# At roughly what age are chi's fully grown?



## Rolo n Buttons (Sep 22, 2012)

Help with this please...I've been told all different ages by other people. Would just like a rough idea of how much more growing Rolo has to do, he's currently 1.45 kilos or 3.1 lbs and will be 6 months on 1st October


Sent from my iPhone using PG Free


----------



## Angel1210 (Mar 14, 2011)

I guess like children they are all different. But I can tell you that Angel stopped growing at around 1 year old. From 8 months to one year wasn't a huge difference, but when I look at pics of him at 8 months and now at 22 months, he did grow a little. So I gues, at about 8 months Rolo should be full size. 

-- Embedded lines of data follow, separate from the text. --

//! A tile above the memory budget is cut into spatial blocks with the halo rule and its rows
//! merged back in point order: they equal the descriptors of the whole file (a single input)
//! or of the merged cloud (a grid of tiles, each cut in blocks and lending halos).
//!
//! Reference: the descriptor engine on the whole cloud as read (what `features` computes), so
//! positions are bit-identical and only the order of the neighbour sums differs. Tolerance:
//! 1e-5 of each column's largest magnitude (the bound, as for tile halos); positions,
//! counts and flags exactly.

mod batch_tiles;

use std::path::Path;

use batch_tiles::{cut, read_npy, thin};
use equiscan::Cloud;
use equiscan::batch::chunked::{RESERVE_BYTES, block_points};
use equiscan::batch::{BatchOptions, JOURNAL_DIR, plan, run_tile};
use equiscan::descriptor::output::Format;
use equiscan::descriptor::{Centres, Engine, Features, Recipe};
use equiscan::io::{read_cloud, write_las};

const RADIUS: f32 = 0.12;

fn station(step: usize) -> Cloud {
    let (station, _) = read_cloud("scans/depot_station1.laz".as_ref()).expect("demo station");
    thin(&station, step)
}

/// Compares an NPY output with reference rows `want` (centres `start..start + n` of the
/// reference); returns the largest deviation as a share of the column maximum.
fn compare(out: &Path, want: &Features, n: usize) -> f64 {
    let inv = want.columns.len();
    let (rows, cols, got) = read_npy(out);
    assert_eq!((rows, cols), (n, 5 + inv), "{}", out.display());
    let mut colmax = vec![0.0f32; inv];
    for r in 0..n {
        for (c, m) in colmax.iter_mut().enumerate() {
            *m = m.max(want.row(r)[c].abs());
        }
    }
    let mut worst = 0.0f64;
    for r in 0..n {
        let g = &got[r * cols..(r + 1) * cols];
        assert_eq!(&g[..3], &want.positions[r][..], "row {r} position");
        assert_eq!(g[3], want.count(r, 0) as f32, "row {r} count");
        assert_eq!(g[4], want.flag(r, 0) as f32, "row {r} flags");
        for c in 0..inv {
            let d = (g[5 + c] - want.row(r)[c]).abs() as f64;
            assert!(
                d <= 1e-5 * colmax[c] as f64,
                "{} row {r} column {}: {} vs {}",
                out.display(),
                want.columns[c],
                g[5 + c],
                want.row(r)[c]
            );
            if colmax[c] > 0.0 {
                worst = worst.max(d / colmax[c] as f64);
            }
        }
    }
    worst
}

/// No chunk folder is left in the journal folder.
fn no_chunk_folders(outdir: &Path) {
    let left: Vec<String> = std::fs::read_dir(outdir.join(JOURNAL_DIR))
        .unwrap()
        .map(|e| e.unwrap().file_name().to_string_lossy().into_owned())
        .filter(|n| n.starts_with("chunks."))
        .collect();
    assert!(left.is_empty(), "left behind: {left:?}");
}

#[test]
fn a_file_above_the_budget_equals_the_whole_file() {
    let cloud = station(8);
    let n = cloud.len();
    let dir = tempfile::tempdir().unwrap();
    let input = dir.path().join("big.las");
    write_las(&input, &cloud, &[]).unwrap();
    let (cloud, _) = read_cloud(&input).unwrap();
    let recipe = Recipe::builder().radius(RADIUS).build().unwrap();
    let mut opts = BatchOptions::new(recipe.clone());
    // Blocks of at most about 15 000 points: the file (about 90 000) in 6 or more.
    opts.memory_budget = Some(RESERVE_BYTES + 15_000 * 64 * 5 / 4);
    assert!((14_000..=15_000).contains(&block_points(opts.memory_budget.unwrap())));
    let out = dir.path().join("out");
    let p = plan(std::slice::from_ref(&input), &out, &opts).unwrap();
    let o = run_tile(&p, 0).unwrap();
    assert!(o.blocks >= 6, "{} blocks", o.blocks);
    assert_eq!(o.rows as usize, n);
    no_chunk_folders(&out);
    let want = Engine::new(recipe.clone())
        .compute(&cloud, &Centres::All)
        .unwrap();
    let worst = compare(&p.tiles[0].output, &want, n);
    println!(
        "{n} points in {} blocks: largest deviation {worst:.2e} of the column maximum",
        o.blocks
    );
    // The sidecar gives the whole read's origin and the same neighbour counts as a run with
    // the file whole.
    let side = |path: &Path| -> serde_json::Value {
        serde_json::from_str(&std::fs::read_to_string(path).unwrap()).unwrap()
    };
    let chunked = side(&out.join("big.npy.json"));
    let whole_out = dir.path().join("whole");
    let p2 = plan(&[input], &whole_out, &BatchOptions::new(recipe)).unwrap();
    assert_eq!(run_tile(&p2, 0).unwrap().blocks, 0);
    let whole = side(&whole_out.join("big.npy.json"));
    for key in ["origin", "counts", "input", "recipe", "crs"] {
        assert_eq!(
            chunked["metadata"][key], whole["metadata"][key],
            "sidecar {key}"
        );
    }
    assert_eq!(chunked["columns"], whole["columns"]);
    assert_eq!(chunked["rows"], whole["rows"]);
}

#[test]
fn tiles_in_blocks_keep_their_halos() {
    // Every tile of a 3 × 3 grid is cut in blocks of the smallest size and lends and receives
    // halos as when whole.
    let cloud = station(8);
    let dir = tempfile::tempdir().unwrap();
    let tiles = dir.path().join("tiles");
    std::fs::create_dir(&tiles).unwrap();
    assert_eq!(cut(&cloud, 3, 3, &tiles, "las").len(), 9);
    let recipe = Recipe::builder().radius(RADIUS).build().unwrap();
    let mut opts = BatchOptions::new(recipe.clone());
    opts.memory_budget = Some(RESERVE_BYTES);
    let out = dir.path().join("out");
    let p = plan(&[tiles], &out, &opts).unwrap();
    let mut halo = 0;
    for &i in &p.todo {
        let o = run_tile(&p, i).unwrap();
        assert!(o.blocks >= 2, "{}: {} blocks", o.input, o.blocks);
        halo += o.halo_points;
    }
    assert!(halo > 0);
    no_chunk_folders(&out);
    let clouds: Vec<Cloud> = p
        .tiles
        .iter()
        .map(|t| read_cloud(&t.input).unwrap().0)
        .collect();
    let engine = Engine::new(recipe);
    let mut worst = 0.0f64;
    for (i, t) in p.tiles.iter().enumerate() {
        let o = clouds[i].origin;
        let n = clouds[i].len();
        // The tile's own points as read first, then every other tile's about its origin.
        let mut pts: Vec<[f32; 3]> = clouds[i].positions.clone();
        for (j, c) in clouds.iter().enumerate() {
            if j != i {
                pts.extend((0..c.len()).map(|k| {
                    let g = c.global(k);
                    std::array::from_fn(|a| (g[a] - o[a]) as f32)
                }));
            }
        }
        let want = engine
            .compute(&Cloud::new(o, pts), &Centres::Indices((0..n).collect()))
            .unwrap();
        worst = worst.max(compare(&t.output, &want, n));
    }
    println!("9 tiles in blocks: largest deviation {worst:.2e} of the column maximum");
}

/// Runs `input` through `batch` in `format`, whole and in blocks of at most about 15 000
/// points; returns the two outputs.
fn both_ways(input: &Path, dir: &Path, format: Format) -> (std::path::PathBuf, std::path::PathBuf) {
    let recipe = Recipe::builder().radius(RADIUS).build().unwrap();
    let mut opts = BatchOptions::new(recipe);
    opts.format = format;
    let whole = plan(
        &[input.to_path_buf()],
        &dir.join(format!("whole_{}", format.ext())),
        &opts,
    )
    .unwrap();
    assert_eq!(run_tile(&whole, 0).unwrap().blocks, 0);
    opts.memory_budget = Some(RESERVE_BYTES + 15_000 * 64 * 5 / 4);
    let cut = plan(
        &[input.to_path_buf()],
        &dir.join(format!("cut_{}", format.ext())),
        &opts,
    )
    .unwrap();
    assert!(run_tile(&cut, 0).unwrap().blocks >= 6);
    no_chunk_folders(&dir.join(format!("cut_{}", format.ext())));
    (whole.tiles[0].output.clone(), cut.tiles[0].output.clone())
}

/// Largest |a − b| over each column's largest |a|, columns given as rows × cols values.
fn assert_close(a: &[f32], b: &[f32], cols: usize, what: &str) {
    assert_eq!(a.len(), b.len(), "{what}");
    let rows = a.len() / cols;
    for c in 0..cols {
        let m = (0..rows)
            .map(|r| a[r * cols + c].abs())
            .fold(0.0f32, f32::max);
        for r in 0..rows {
            let d = (a[r * cols + c] - b[r * cols + c]).abs();
            assert!(
                d <= 1e-5 * m,
                "{what}: row {r} column {c}: {} vs {}",
                a[r * cols + c],
                b[r * cols + c]
            );
        }
    }
}

#[test]
fn outputs_with_point_attributes_in_blocks_equal_the_whole_run() {
    // LAS records (every field and the feature columns as Extra Bytes), CSV text and PLY
    // layout: blocks give the whole run's points in order, values to rounding.
    let cloud = station(8);
    let dir = tempfile::tempdir().unwrap();
    let input = dir.path().join("big.las");
    write_las(&input, &cloud, &[]).unwrap();

    let (w, c) = both_ways(&input, dir.path(), Format::Las);
    let ((a, ia), (b, ib)) = (read_cloud(&w).unwrap(), read_cloud(&c).unwrap());
    assert_eq!(a.len(), cloud.len());
    assert_eq!((a.origin, &a.positions), (b.origin, &b.positions));
    assert_eq!(a.intensity, b.intensity);
    assert_eq!(a.classification, b.classification);
    assert_eq!(a.gps_time, b.gps_time);
    assert_eq!(ia.other_fields, ib.other_fields);
    let (ra, rb) = (a.records.unwrap(), b.records.unwrap());
    let (len, extra) = (ra.record_len, ra.extra_bytes);
    assert_eq!((len, extra), (rb.record_len, rb.extra_bytes));
    assert!(extra >= 4 * 7, "{extra} extra bytes");
    let floats = |r: &equiscan::cloud::SourceRecords| -> Vec<f32> {
        (0..r.len())
            .flat_map(|i| {
                r.record(i)[len - extra..]
                    .chunks_exact(4)
                    .map(|c| f32::from_le_bytes([c[0], c[1], c[2], c[3]]))
                    .collect::<Vec<_>>()
            })
            .collect()
    };
    for i in 0..ra.len() {
        // Every field but the Extra Bytes, exactly.
        assert_eq!(
            &ra.record(i)[..len - extra],
            &rb.record(i)[..len - extra],
            "record {i}"
        );
    }
    assert_close(&floats(&ra), &floats(&rb), extra / 4, "LAS Extra Bytes");

    let (w, c) = both_ways(&input, dir.path(), Format::Csv);
    let parse = |p: &Path| -> (String, Vec<f32>) {
        let t = std::fs::read_to_string(p).unwrap();
        let (head, body) = t.split_once('\n').unwrap();
        let v = body
            .lines()
            .flat_map(|l| {
                l.split(',')
                    .map(|x| x.parse::<f32>().unwrap())
                    .collect::<Vec<_>>()
            })
            .collect();
        (head.to_string(), v)
    };
    let ((ha, va), (hb, vb)) = (parse(&w), parse(&c));
    assert_eq!(ha, hb);
    assert_close(&va, &vb, ha.split(',').count(), "CSV");

    let (w, c) = both_ways(&input, dir.path(), Format::Ply);
    let (a, b) = (std::fs::read(&w).unwrap(), std::fs::read(&c).unwrap());
    assert_eq!(a.len(), b.len());
    let end = a.windows(11).position(|x| x == b"end_header\n").unwrap() + 11;
    assert_eq!(a[..end], b[..end], "PLY header");
}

Angel is a little on the bigger side. He weighs 9.2 pounds! But, his weight is good because when he plays with our golden retriever I don't worry so much about him getting hurt!


----------



## Rolo n Buttons (Sep 22, 2012)

Thanks for that. Never having had a chi before I don't really know what the average size is, I'm guessing Rolo is at the smaller end of the scale. The breeder showed me his parents and they were quite small in comparison to some of her others.


Sent from my iPhone using PG Free


----------



## Kalisee (Jun 1, 2012)

My girl is on the larger side. She is 5 months and already 3.5 kilos (around 7.5 pounds). The vet had said she will be a larger one (which I am glad for) and will probably be around 4 kilos full, or a bit more. Up to a year old.

I am glad also that shes not the teeny tiny chi breed. She is still pretty cute (and portable) to me


----------



## Rolo n Buttons (Sep 22, 2012)

Sometimes not so small is a good thing! When I first got Rolo I was terrified I was going to sit/stand on him and a couple of times I let him out the garden for a wee and totally lost him! 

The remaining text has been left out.